I can’t go further without a nice chart, similar to the charts we can so often see when somebody showcases the performance of a one-step forecast model.

The real and the predicted price :) HAHAHA

This always looks so good and it is so useless and deceptive. If we examine the chart a bit longer we can notice that the prediction lags behind the real price, but this lag is worse than the naive forecast. If this would be a multi-step forecast all along, that would be fantastic, and you know, I wouldn’t show it to you. But this is generated from one-step forecasts, and it is very hard for a human to evaluate the performance of the model from this image.

An alternative way to show the performance of our model on a chart is to display the real change of the price, the predicted change, end the error. This doesn’t seem so good.
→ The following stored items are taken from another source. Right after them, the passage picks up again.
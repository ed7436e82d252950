"""CIC decimators: register growth, Hogenauer pruning, response, droop, and the stage.

Method: E. B. Hogenauer, "An economical class of digital filters for decimation
and interpolation", IEEE Trans. ASSP 29(2):155-162, April 1981. The formulas
below are written from the paper's method as it is commonly restated (the
equations are quoted from memory of the paper; the numbers are checked in
``tests/test_cic.py`` by brute force, not against the paper's tables).

Notation: N integrator + N comb stages, rate change R, differential delay M,
B_in input bits, B_out output bits. Stages are numbered j = 1..N (integrators,
input rate) and j = N+1..2N (combs, output rate); j = 2N+1 is the output
truncation.

- Transfer function at the input rate: H(z) = [(1 - z^-RM) / (1 - z^-1)]^N,
  DC gain G = (RM)^N.
- Register growth: B_max = ceil(N log2(RM) + B_in - 1), the MSB index of the
  full-precision result, so every register is B_max + 1 bits wide. Computed
  here exactly with integers: ceil(log2 G) = (G-1).bit_length().
- Pruning ("distributed truncation"). A rounding error injected at the input of
  stage j reaches the output through h_j, the impulse response of the rest of
  the filter referred to the input rate (the combs moved in front of the rate
  change by the noble identity):
    integrators: H_j(z) = (1 - z^-RM)^N / (1 - z^-1)^(N-j+1),
      h_j(k) = sum_{l=0}^{floor(k/RM)} (-1)^l C(N, l) C(N - j + k - RM l, k - RM l),
      k = 0 .. (RM-1)N + j - 1;
    combs (output rate): H_j(z) = (1 - z^-M)^(2N+1-j),
      h_j(k M) = (-1)^k C(2N+1-j, k).
  F_j^2 = sum_k h_j(k)^2 is the variance gain (white errors; the rate change
  keeps the variance). The output truncation drops B_{2N+1} = B_max - B_out + 1
  bits, variance sigma_T^2 = 2^(2 B_{2N+1}) / 12. Hogenauer's criterion: the
  2N internal truncations together add no more than the output truncation,
  in equal shares: 2^(2 B_j)/12 * F_j^2 <= sigma_T^2 / (2N), i.e.
      B_j = floor(-log2 F_j + log2 sigma_T + 0.5 log2(6 / N)).
  B_j < 0 (small RM, or B_out > B_in + growth) is clamped to 0 (full precision).
- Monotonicity: the formula gives non-decreasing B_j wherever F_j decreases
  with j. Going from stage j to j+1 among the integrators trades a boxcar
  factor (1 + ... + z^-(RM-1)) for a comb factor (1 - z^-RM); the combs' F_j^2
  = C(2(2N+1-j), 2N+1-j) always decrease. Computed for N <= 7: F_j increases
  somewhere only for RM = 2 (inside the integrators and at the boundary) and
  RM = 3 (from the last integrator to the first comb), so the formula can step
  down there. The running maximum is then taken, and that changes nothing in
  the numbers: every stage adds or subtracts, so a word whose B_{j-1} LSBs
  were dropped stays a multiple of 2^(B_{j-1}), and dropping fewer bits at
  stage j than already are zero is exact. The running maximum only narrows the
  register. :func:`hogenauer_table` says when it happened.

Output format and gain. ``make_cic_stage`` keeps Hogenauer's output: the top
B_out bits of the B_max+1-bit result, i.e. frac = in_frac - B_{2N+1}. The gain
G = (RM)^N stays real (the reference model and design.json keep it, as the
contract says): a full-scale input gives an output near full scale of the
B_out-bit word, whose value is G times the input. It is normalised by the next
stage: when G = 2^k (R M a power of two) the compensator's integer
coefficients are the same and its ``coeff_frac`` grows by k (no arithmetic at
all: the gain is absorbed by the format); otherwise the compensator's
coefficients are scaled by 1/G before they are quantized (an arbitrary
constant is free in coefficients that are arbitrary anyway). A CIC alone keeps
its gain G.

Because all internal truncations are floors (they only move the value down),
the most negative result can fall a little below -2^B_max when G is a power of
two; ``make_cic_stage`` adds one output bit when the exact bound says the
B_out-bit word could overflow (``guard=True``), so neither saturation nor wrap
ever acts.
"""
from __future__ import annotations

import math
from dataclasses import dataclass, field
from math import comb

import numpy as np

from ..fixed.formats import Fmt, bits_for_range
from ..fixed.quantize import rounding_stats
from ..fixed.stages import CicStage

__all__ = ["cic_gain", "cic_bmax", "cic_impulse", "cic_variance_gains", "hogenauer_drop", "hogenauer_table",
           "HogenauerTable", "cic_error_stats", "cic_error_bound", "cic_response", "cic_droop_db",
           "cic_min_order", "make_cic_stage", "cic_taps", "cic_output_range"]


def cic_gain(N: int, R: int, M: int = 1) -> int:
    """DC gain (RM)^N (an exact integer)."""
    return (R * M) ** N


def cic_bmax(N: int, R: int, M: int, B_in: int) -> int:
    """Hogenauer's B_max = ceil(N log2(RM) + B_in - 1), computed exactly: the full register is B_max+1 bits."""
    _check(N, R, M)
    g = cic_gain(N, R, M)
    return (g - 1).bit_length() + B_in - 1


def _check(N, R, M):
    if N < 1 or R < 1 or M < 1:
        raise ValueError(f"CIC needs N, R, M >= 1 (got N={N}, R={R}, M={M})")


def cic_impulse(N: int, R: int, M: int, j: int) -> np.ndarray:
    """h_j: impulse response from the input of stage j (1..2N) to the CIC output (closed forms above).

    Integrators at the input rate; combs at the output rate (taps at multiples of M).
    Exact integers in an ``object`` array.
    """
    _check(N, R, M)
    if not 1 <= j <= 2 * N:
        raise ValueError(f"stage j must be 1..{2 * N}, got {j}")
    RM = R * M
    if j <= N:
        n = (RM - 1) * N + j
        h = []
        for k in range(n):
            s = 0
            for l in range(k // RM + 1):
                kk = k - RM * l
                s += (-1) ** l * comb(N, l) * comb(N - j + kk, kk)
            h.append(s)
        return np.array(h, dtype=object)
    m = 2 * N + 1 - j
    h = np.zeros(m * M + 1, dtype=object)
    for k in range(m + 1):
        h[k * M] = (-1) ** k * comb(m, k)
    return h


def cic_variance_gains(N: int, R: int, M: int) -> list[int]:
    """F_j^2 = sum_k h_j(k)^2 for j = 1..2N (exact integers)."""
    return [int(sum(int(v) * int(v) for v in cic_impulse(N, R, M, j))) for j in range(1, 2 * N + 1)]


@dataclass
class HogenauerTable:
    """Pruning of one CIC: B_max, F_j, the formula's B_j (raw), the drops used and the register widths."""

    N: int
    R: int
    M: int
    B_in: int
    B_out: int
    B_max: int
    F: list              # F_j, j = 1..2N
    raw: list            # formula B_j, j = 1..2N+1 (before clamping)
    drop: list           # B_j used, j = 1..2N (clamped at 0, running max)
    out_drop: int        # B_{2N+1} used (>= 0)
    notes: list = field(default_factory=list)

    @property
    def widths(self) -> list:
        """Kept register widths per stage (B_max + 1 - B_j), then the output width."""
        return [self.B_max + 1 - b for b in self.drop] + [self.B_max + 1 - self.out_drop]

    def as_dict(self) -> dict:
        return {"N": self.N, "R": self.R, "M": self.M, "B_in": self.B_in, "B_out": self.B_out,
                "B_max": self.B_max, "F": [float(f) for f in self.F], "raw": list(self.raw),
                "drop": list(self.drop), "out_drop": self.out_drop, "widths": self.widths,
                "notes": list(self.notes)}


def hogenauer_table(N: int, R: int, M: int, B_in: int, B_out: int) -> HogenauerTable:
    """Hogenauer's distributed truncation for given word lengths (see the module docstring)."""
    bmax = cic_bmax(N, R, M, B_in)
    b_last = bmax - B_out + 1
    F = [math.sqrt(v) for v in cic_variance_gains(N, R, M)]
    # log2 sigma_T = B_{2N+1} - 0.5 log2(12)
    log_sig = b_last - 0.5 * math.log2(12.0)
    raw = [int(math.floor(-math.log2(f) + log_sig + 0.5 * math.log2(6.0 / N) + 1e-12)) for f in F]
    raw.append(b_last)
    notes = []
    drop, cur = [], 0
    for j, b in enumerate(raw[:-1], start=1):
        b = max(0, b)
        if b < cur:
            notes.append(f"B_{j} = {raw[j - 1]} from the formula is below B_{j - 1} = {cur}: running maximum "
                         f"taken (exact: those LSBs are already zero)")
        cur = max(cur, b)
        drop.append(cur)
    out_drop = max(b_last, cur) if b_last >= 0 else 0
    if b_last < 0:
        notes.append(f"B_out = {B_out} exceeds the full width {bmax + 1}: no output truncation, no pruning")
        drop = [0] * (2 * N)
        out_drop = 0
    if any(r < 0 for r in raw[:-1]) and b_last >= 0:
        notes.append("negative B_j (small RM or B_out close to the full width) clamped to 0")
    return HogenauerTable(N, R, M, B_in, B_out, bmax, F, raw, drop, out_drop, notes)


def hogenauer_drop(N: int, R: int, M: int, B_in: int, B_out: int) -> list[int]:
    """B_j for j = 1..2N (integrators then combs): clamped at 0, non-decreasing (running max)."""
    return list(hogenauer_table(N, R, M, B_in, B_out).drop)


def cic_error_stats(N: int, R: int, M: int, drop, out_drop: int, rounding: str = "truncate") -> dict:
    """Mean and variance of the output error, in input LSBs (and LSB^2), of a pruned CIC.

    Per stage j the floor truncation drops the bits between B_{j-1} and B_j of a
    word that is already a multiple of 2^B_{j-1}: with the dropped bits
    uniformly distributed (the standard model) the error has mean
    -(2^B_j - 2^B_{j-1})/2 and variance (4^B_j - 4^B_{j-1})/12. It reaches the
    output with variance gain F_j^2 and mean gain sum_k h_j(k) (= G for j = 1,
    0 for every other stage: the combs' zeros at DC). The output conversion
    (B_{2N} -> B_{2N+1}) uses ``rounding``. Hogenauer's own model uses
    2^(2 B_j)/12 for every stage; ``hogenauer_var`` gives that figure.
    """
    drop = list(drop)
    F2 = cic_variance_gains(N, R, M)
    var = mean = 0.0
    hog = 0.0
    per = []
    prev = 0
    for j, b in enumerate(drop, start=1):
        v = (4.0 ** b - 4.0 ** prev) / 12.0
        m = -(2.0 ** b - 2.0 ** prev) / 2.0
        dc = float(cic_gain(N, R, M)) if j == 1 else 0.0
        per.append({"stage": j, "drop": b, "var_at_output": v * F2[j - 1], "mean_at_output": m * dc})
        var += v * F2[j - 1]
        mean += m * dc
        hog += (4.0 ** b / 12.0) * F2[j - 1] if b > 0 else 0.0
        prev = b
    st = rounding_stats(out_drop - prev, rounding)
    scale = 2.0 ** out_drop
    v_out = st["var"] * scale * scale
    m_out = st["mean"] * scale
    sigma_t2 = 4.0 ** out_drop / 12.0
    return {"per_stage": per, "var_internal": var, "var_output_rounding": v_out, "var_total": var + v_out,
            "mean_total": mean + m_out, "sigma_T2": sigma_t2, "hogenauer_var_internal": hog,
            "hogenauer_var_total": hog + sigma_t2}


def cic_error_bound(N: int, R: int, M: int, drop, out_drop: int, rounding: str = "truncate") -> float:
    """Largest |pruned output - exact (RM)^N-gain output|, in input LSBs.

    sum_j (2^B_j - 2^B_{j-1}) * ||h_j||_1 (each floor errs by less than that, of
    one sign, and reaches the output through h_j), plus the output conversion's
    largest error (half an output LSB to nearest, one LSB truncating).
    """
    e, prev = 0.0, 0
    for j, b in enumerate(drop, start=1):
        if b > prev:
            l1 = sum(abs(int(v)) for v in cic_impulse(N, R, M, j))
            e += (2.0 ** b - 2.0 ** prev) * l1
        prev = b
    if out_drop > prev:
        e += (1.0 if rounding == "truncate" else 0.5) * 2.0 ** out_drop
    return e


def cic_response(N: int, R: int, M: int, f, fs: float, normalized: bool = True) -> np.ndarray:
    """|H(f)| = |sin(pi f R M / fs) / (R M sin(pi f / fs))|^N at input frequencies ``f`` (Hz), input rate fs.

    ``normalized`` (default): DC gain 1; otherwise the real gain (RM)^N is included.
    Periodic in fs; the 0/0 points at multiples of fs take their limit 1.
    """
    x = np.asarray(f, float) / fs
    x = (x + 0.5) % 1.0 - 0.5          # |H| has period 1 in f/fs
    RM = R * M
    # sin(pi RM x) / (RM sin(pi x)) = sinc(RM x) / sinc(x), with np.sinc(t) = sin(pi t)/(pi t); sinc(x) > 0 here
    h = np.abs(np.sinc(RM * x) / np.sinc(x)) ** N
    if not normalized:
        h = h * float(cic_gain(N, R, M))
    return h


def cic_droop_db(N: int, R: int, M: int, f, fs: float) -> np.ndarray:
    """Pass-band droop 20 log10 |H(f)/H(0)| in dB (negative)."""
    with np.errstate(divide="ignore"):
        return 20.0 * np.log10(cic_response(N, R, M, f, fs))


def cic_taps(N: int, R: int, M: int = 1) -> np.ndarray:
    """The CIC's impulse response at the input rate (integers, real gain (RM)^N): boxcar of RM, N times."""
    h = np.ones(R * M, dtype=np.int64)
    out = np.array([1], dtype=np.int64)
    for _ in range(N):
        out = np.convolve(out, h)
    return out


def cic_min_order(R: int, M: int, fs: float, stop_intervals, atten_db: float, n_max: int = 6,
                  pass_edge: float | None = None, max_droop_db: float | None = None) -> int | None:
    """Smallest N <= n_max whose normalized response is <= -atten_db on every (lo, hi) interval (Hz).

    Optionally the droop at ``pass_edge`` must stay within ``max_droop_db``. None if no order works.
    """
    pts = []
    for lo, hi in stop_intervals:
        if hi > lo:
            pts.append(np.linspace(lo, hi, 257))
    if not pts:
        return 1
    f = np.concatenate(pts)
    base = float(np.max(cic_response(1, R, M, f, fs)))
    lim = 10 ** (-atten_db / 20.0)
    for N in range(1, n_max + 1):
        if base ** N <= lim:
            if pass_edge is not None and max_droop_db is not None:
                if -float(cic_droop_db(N, R, M, pass_edge, fs)) > max_droop_db:
                    return None
            return N
    return None


def cic_output_range(stage_or_params, in_fmt: Fmt | None = None, rounding: str = "half_up") -> tuple[int, int]:
    """Exact bounds (in output LSBs) of a CIC stage's output over all inputs, truncation errors included."""
    st = stage_or_params
    N, R, M = st.order, st.decimation, st.diff_delay
    f_in = st.in_fmt if in_fmt is None else in_fmt
    g = cic_gain(N, R, M)
    out_drop = f_in.frac - st.out.frac
    e = cic_error_bound(N, R, M, st.drop, max(out_drop, st.drop[-1]), rounding)
    lo = (g * f_in.lo - e) / 2.0 ** out_drop
    hi = (g * f_in.hi + e) / 2.0 ** out_drop
    return int(math.floor(lo)), int(math.ceil(hi))


def make_cic_stage(N: int, R: int, M: int, in_fmt: Fmt, out_bits: int, *, prune: bool = True,
                   guard: bool = True, rounding: str = "half_up", phase: int = 0) -> CicStage:
    """A :class:`CicStage` with Hogenauer's output word and (``prune``) his distributed truncation.

    Output format: the top ``out_bits`` of the B_max+1-bit result, frac =
    in_frac - (B_max - out_bits + 1); the real gain (RM)^N is kept (see the
    module docstring for who normalises it). ``out_bits`` larger than B_max+1
    keeps full precision (frac = in_frac). With ``guard`` one bit is added when
    the exact bound (G times the input range plus the truncation errors) does
    not fit ``out_bits`` (possible only with pruning or a power-of-two G).
    """
    _check(N, R, M)
    bmax = cic_bmax(N, R, M, in_fmt.bits)
    out_drop = max(0, bmax - out_bits + 1)
    if prune:
        tab = hogenauer_table(N, R, M, in_fmt.bits, out_bits)
        drop = tuple(tab.drop)
    else:
        drop = (0,) * (2 * N)
    bits = max(out_bits, 2)
    st = CicStage(order=N, decimation=R, diff_delay=M, drop=drop, out=Fmt(bits, in_fmt.frac - out_drop),
                  in_fmt=in_fmt, phase=phase)
    if guard:
        lo, hi = cic_output_range(st, rounding=rounding)
        need = bits_for_range(lo, hi)
        if need > bits:
            st = CicStage(order=N, decimation=R, diff_delay=M, drop=drop, out=Fmt(need, st.out.frac),
                          in_fmt=in_fmt, phase=phase)
    return st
The log-return forecasting models with directional Relu

This chapter of the article would have been shorter if I didn't make a mistake in the code. But I made one and was happy about that.

Originally in the Wavenet part, I used Relu activation as output. Relu is zero where the input is negative and keeps the original number, where it is positive. For price prediction, this wasn’t a problem, every currency pair has positive value everywhere. But log-returns can be negative or positive, so my outputs were weird, there were too many zeros.

After realizing my mistake I tried to exploit this property of the Relu activation.

I developed three models with the same architecture and input data, only the last activation function of the models was different. The first model had a normal Relu-activation and was able only to predict positive log-returns and zeros. The second model had an inverted Relu-activation and was able to predict only negative log-returns and zeros. The third model didn’t have an output activation function and was able to predict any number.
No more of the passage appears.